Experimental Physics and Industrial Control System
On 1/24/19 9:56 AM, Johnson, Andrew N. via Core-talk wrote:
> If there's a fix for this I suspect it belongs in dbDbLink.c's processTarget() routine. In the actions for the case 'else if (psrc->putf)' we know that pdst->pact is true so the destination record is busy, but maybe if pdst->putf is also true we should *not* set pdst->rpro, since it might be in our calling chain. Unfortunately pdst->putf might be true because it's in someone else's calling chain (in which case we probably *should* set pdst->rpro), but we currently have no way of distinguishing those two cases.
I think the fundamental issue is that PACT!=0 can mean two things.
Either async processing is in progress, or synchronous (recursive)
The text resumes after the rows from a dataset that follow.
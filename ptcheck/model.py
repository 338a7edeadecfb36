"""The model ``H(λ) = H0 + λ V``: validation, unperturbed basis, level labels.

All of ptcheck works in the *work basis*: the eigenbasis of ``H0`` sorted by
unperturbed energy (level 0 = lowest).  Inside a group of exactly degenerate
unperturbed levels the work basis is rotated to the "good" states that
diagonalise ``V`` in the group (sorted by their first-order shift), so that
"level n" names one analytic branch of the exact spectrum.  The transform back
to the user's basis is kept (:meth:`Model.to_user_basis`).
"""

from __future__ import annotations

from collections.abc import Hashable, Sequence
from typing import Any

import numpy as np
import scipy.linalg as sla
import scipy.sparse as sp

from . import _validation as val
from .errors import AmbiguousLevelError, BasisTooLargeError

__all__ = ["Model", "DENSE_LIMIT"]

#: Largest basis for which ptcheck will build and diagonalise a dense matrix
#: (a dense complex 6000 x 6000 matrix is 0.6 GB; eigh takes minutes on 2 cores).
DENSE_LIMIT = 6000

#: Largest exactly degenerate group of H0 that is rotated to first-order good
#: states; levels in larger groups are reported as ambiguous.
MAX_GROUP_ROTATION = 256
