/// `count` frequencies from `lo_hz` to `hi_hz` (both included), evenly
/// spaced in log: `lo·(hi/lo)^(i/(count−1))`, `count` =
/// [`FRF_POINTS_PER_DECADE`] per decade (at least 2). Fails unless
/// `0 < lo < hi` and both are finite.
pub fn log_frequencies(lo_hz: f64, hi_hz: f64) -> Result<Vec<f64>, String> {
    if !(lo_hz > 0.0 && hi_hz > lo_hz && hi_hz.is_finite()) {
        return Err(format!(
            "need 0 < lowest < highest frequency, got {lo_hz} .. {hi_hz} Hz"
        ));
    }
    let decades = (hi_hz / lo_hz).log10();
    let count = ((decades * FRF_POINTS_PER_DECADE as f64).ceil() as usize).max(1) + 1;
    let ratio = hi_hz / lo_hz;
    Ok((0..count)
        .map(|i| match i {
            0 => lo_hz,
            i if i + 1 == count => hi_hz,
            i => lo_hz * ratio.powf(i as f64 / (count - 1) as f64),
        })
        .collect())
}

/// The channels named in `names` (as `frf` names them: `driver_accel`,
/// `front_travel`, `heave`…), in that order; with no names, every seat
/// acceleration, travel and tyre load (the ride engineer's usual three).
pub fn select_channels(
    response: &FrequencyResponse,
    names: &[String],
) -> Result<Vec<usize>, String> {
    let ch = &response.channels;
    if names.is_empty() {
        return Ok((0..ch.len())
            .filter(|&i| {
                matches!(
                    ch[i].quantity,
                    Quantity::SeatAccel(_) | Quantity::Travel(_) | Quantity::TyreLoad(_)
                )
            })
            .collect());
    }
    names
        .iter()
        .map(|n| {
            ch.iter().position(|c| c.name == *n).ok_or_else(|| {
                let known: Vec<&str> = ch.iter().map(|c| c.name.as_str()).collect();
                format!("no output `{n}`; this vehicle has: {}", known.join(", "))
            })
        })
        .collect()
}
processing is in progress.
Seems like the best course is for dbProcess() and processTarget()
to keep track of which records are being recursed into.
> I could see of a way around this by storing an identifier in the PUTF and RPRO fields which would let us see that (I'd make the PUTF and RPRO fields into DBF_LONG and use an atomic counter to generate a unique ID for each source put).
I was thinking of using a stack address, or maybe epicsThread*, from the thread which is doing
the processing. Not really fundamentally different from a global counter, though maybe easier
to debug. This would be set and cleared by dbProcess().
I'm not sure about hijacking the existing flag fields. Maybe add a new field in dbCommonPvt?